The Tangle of US-Israeli Double Standards

Marjorie Cohn

As Israeli voters went to the polls, Prime Minister Benjamin Netanyahu declared he would oppose the creation of a Palestinian state. In what The New York Times called a “racist rant,” he also proclaimed, “right-wing rule is in danger” because “Arab voters are streaming in huge quantities to the polling stations.”

James Besser, Washington correspondent for Jewish newspapers for 24 years, wrote that Israeli voters, “more clearly aware of Netanyahu’s intent than ever,” have chosen “the apartheid path.”

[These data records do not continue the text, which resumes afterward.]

import type { Calendar, Entry, EntryInput } from '#shared/contracts/calendars.js';
import type { Role } from '#shared/contracts/people.js';
import type { Place } from '#shared/contracts/places.js';
import type { AnswerInput } from '#shared/contracts/reviews.js';
import type { Problem } from '#shared/contracts/problem.js';
import type { Version } from '#shared/contracts/versions.js';
import { MembershipEntity } from '#server/db/entities/membership.entity.js';
import { PlaceEntity } from '#server/db/entities/place.entity.js';
import { randomUUID } from 'node:crypto';
import type { Response } from 'supertest';
import type { Client, TestApi } from './api.js';
import { withoutSigns } from './event-record.js';

/** Whom the demo village needs to bring a calendar from nothing to the wall. */
export interface Village {
  officer: Client;
  steward: Client;
  elder: Client;
  elder2: Client;
  elder3: Client;
  placeId: string;
}

/** A signed-in browser for each, and the village's place. */
export async function openVillage(api: TestApi): Promise<Village> {
  const [officer, steward, elder, elder2, elder3] = await Promise.all([
    api.signIn('officer'),
    api.signIn('steward'),
    api.signIn('elder'),
    api.signIn('elder2'),
    api.signIn('elder3'),
  ]);
  const place = await api.dataSource
    .getRepository(PlaceEntity)
    .findOneByOrFail({ communityId: officer.communityId });
  return { officer, steward, elder, elder2, elder3, placeId: place.id };
}

/** Sowing by the Pleiades’ first morning; a whole entry, ready to send. */
export function entryInput(changes: Partial<EntryInput> = {}): EntryInput {
  return {
    titleVillage: 'Ŋɔ́rɛ̃ ɓèŋu',
    titleOfficer: 'Sow long millet',
    kind: 'farm',
    icon: 'sow',
    crop: 'long millet',
    notes: '',
    caution: '',
    lead: { type: 'marker', markerKey: 'pleiades', phenomenon: 'heliacal-rising', occurrence: 1 },
    offsets: { earliestDays: 3, bestFromDays: 7, bestToDays: 23, lastAdvisedDays: 28 },
    hasLastDate: false,
    lastDate: null,
    protectiveWatch: false,
    otherSigns: 'Soil wet to a hand depth',
    ifLate: '',
    giver: '',
    agreedToPrint: false,
    sharingLevel: 'open',
    ...changes,
  };
}

export async function beginCalendar(village: Village, year = 2027): Promise<Calendar> {
  const { officer, placeId } = village;
  const path = `/api/communities/${officer.communityId}/calendars`;
  return (await officer.post(path, { placeId, year }).expect(201)).body as Calendar;
}

/** A calendar of the same sky and year: a second place with all that the village's first has. */
export async function beginTwin({ dataSource }: TestApi, village: Village): Promise<Calendar> {
  const places = dataSource.getRepository(PlaceEntity);
  const placeId = randomUUID();
  const first = await places.findOneByOrFail({ id: village.placeId });
  await places.insert(Object.assign(first, { id: placeId }));
  return beginCalendar({ ...village, placeId });
}

/** Everything said that elders may want to know: such an entry keeps no submission back. */
export function wholeEntry(changes: Partial<EntryInput> = {}): EntryInput {
  return entryInput({
    ...{ giver: 'Elder A-1', ifLate: 'Ask the office.', record: withoutSigns() },
    ...changes,
  });
}

export async function addEntry(
  officer: Client,
  calendarId: string,
  changes: Partial<EntryInput> = {},
): Promise<Entry> {
  const answer = await officer.post(`/api/calendars/${calendarId}/entries`, wholeEntry(changes)).expect(201);
  return answer.body as Entry;
}

export async function entriesOf(officer: Client, calendarId: string): Promise<Entry[]> {
  return ((await officer.get(`/api/calendars/${calendarId}/entries`).expect(200)).body as { items: Entry[] })
    .items;
}

export async function submit(officer: Client, calendarId: string): Promise<Version> {
  return (await officer.post(`/api/calendars/${calendarId}/versions`).expect(201)).body as Version;
}

/** Begins anew with a calendar of two entries that is out for review. */
export async function openSubmission(
  api: TestApi,
): Promise<{ village: Village; calendar: Calendar; version: Version }> {
  await api.reset();
  const village = await openVillage(api);
  const calendar = await beginCalendar(village);
  await addEntry(village.officer, calendar.id, { titleOfficer: 'Sow long millet' });
  await addEntry(village.officer, calendar.id, { titleOfficer: 'Seed check', crop: 'all seed' });
  return { village, calendar, version: await submit(village.officer, calendar.id) };
}

export async function readVersion(client: Client, { calendarId, number }: Version): Promise<Version> {
  return (await client.get(versionPath({ calendarId, number })).expect(200)).body as Version;
}

export function versionPath({ calendarId, number }: Pick<Version, 'calendarId' | 'number'>): string {
  return `/api/calendars/${calendarId}/versions/${number}`;
}

export function says(changes: Partial<AnswerInput> = {}): AnswerInput {
  return { answer: 'agree', note: '', onBehalfOf: null, witness: null, ...changes };
}

/** One elder’s same answer to every entry. */
export async function answerAll(elder: Client, version: Version, input = says()): Promise<void> {
  for (const { entryId } of version.entries) {
    await elder.put(`${versionPath(version)}/entries/${entryId}/answer`, input).expect(200);
  }
}

export function sign(client: Client, version: Version, role: 'elder' | 'steward') {
  return client.post(`${versionPath(version)}/signatures`, { role });
}

/** Answers and signatures as the demo village’s rule asks: Elder A-2, one of the others, the steward. */
export async function signOff(village: Village, version: Version): Promise<Version> {
  for (const elder of [village.elder, village.elder2]) {
    await answerAll(elder, version);
    await sign(elder, version, 'elder').expect(200);
  }
  return (await sign(village.steward, version, 'steward').expect(200)).body as Version;
}

export async function publish(village: Village, version: Version): Promise<Version> {
  await signOff(village, version);
  return (await village.officer.post(`${versionPath(version)}/publish`).expect(200)).body as Version;
}

/** Submits the draft and publishes it. */
export async function publishDraft(village: Village, calendarId: string): Promise<Version> {
  return publish(village, await submit(village.officer, calendarId));
}

export async function takeBack(officer: Client, version: Version): Promise<Version> {
  const body = { reason: 'taken-back', note: '' };
  return (await officer.post(`${versionPath(version)}/changes-asked`, body).expect(200)).body as Version;
}

export async function setRoles(
  api: TestApi,
  { personId, communityId }: Client,
  roles: Role[],
): Promise<void> {
  await api.dataSource.getRepository(MembershipEntity).update({ personId, communityId }, { roles });
}

export async function changePlace(api: TestApi, placeId: string, changes: Partial<Place>): Promise<void> {
  await api.dataSource.getRepository(PlaceEntity).update({ id: placeId }, changes);
}

/** The narrower reason of a refusal, or its type where it has none. */
export function reasonOf(answer: Response): string {
  const { reason, type } = answer.body as Problem;
  return `${answer.status} ${reason ?? type.replace('/problems/', '')}`;
}

/** What several requests at once were answered, in a fixed order. */
export function outcomes(answers: readonly Response[]): string[] {
  return answers.map((answer) => (answer.status < 300 ? String(answer.status) : reasonOf(answer))).sort();
}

Netanyahu’s remarks were met with outrage in the United States and around the world. The Obama administration reacted by saying the United States would “reassess” its policy toward Israel. And, significantly, White House Chief of Staff Denis McDonough told a J Street conference that “an occupation that has lasted for almost 50 years must end, and the Palestinian people must have the right to live in and govern themselves in their own sovereign state.”

Netanyahu’s words create a golden opportunity for Barack Obama to radically transform his policy of uncritical support for Israel’s ongoing violations of the law.

Israel took over the West Bank (including East Jerusalem) by military force in 1967 and has held it under military occupation ever since. Security Council Resolution 242, passed in 1967, refers to “the inadmissibility of the acquisition of territory by war” and calls for “withdrawal of Israel armed forces from territories occupied in the recent conflict.” Yet Israel continues to occupy the Palestinian territories it acquired in the “Six-Day War.”

Since 1967, Israel has transferred more than a half million of its own citizens into these territories. Israel continues to build settlements in the West Bank, which is occupied Palestinian territory. A state that is occupying territory that is not its own cannot build settlements on that territory and transfer its own citizens into them.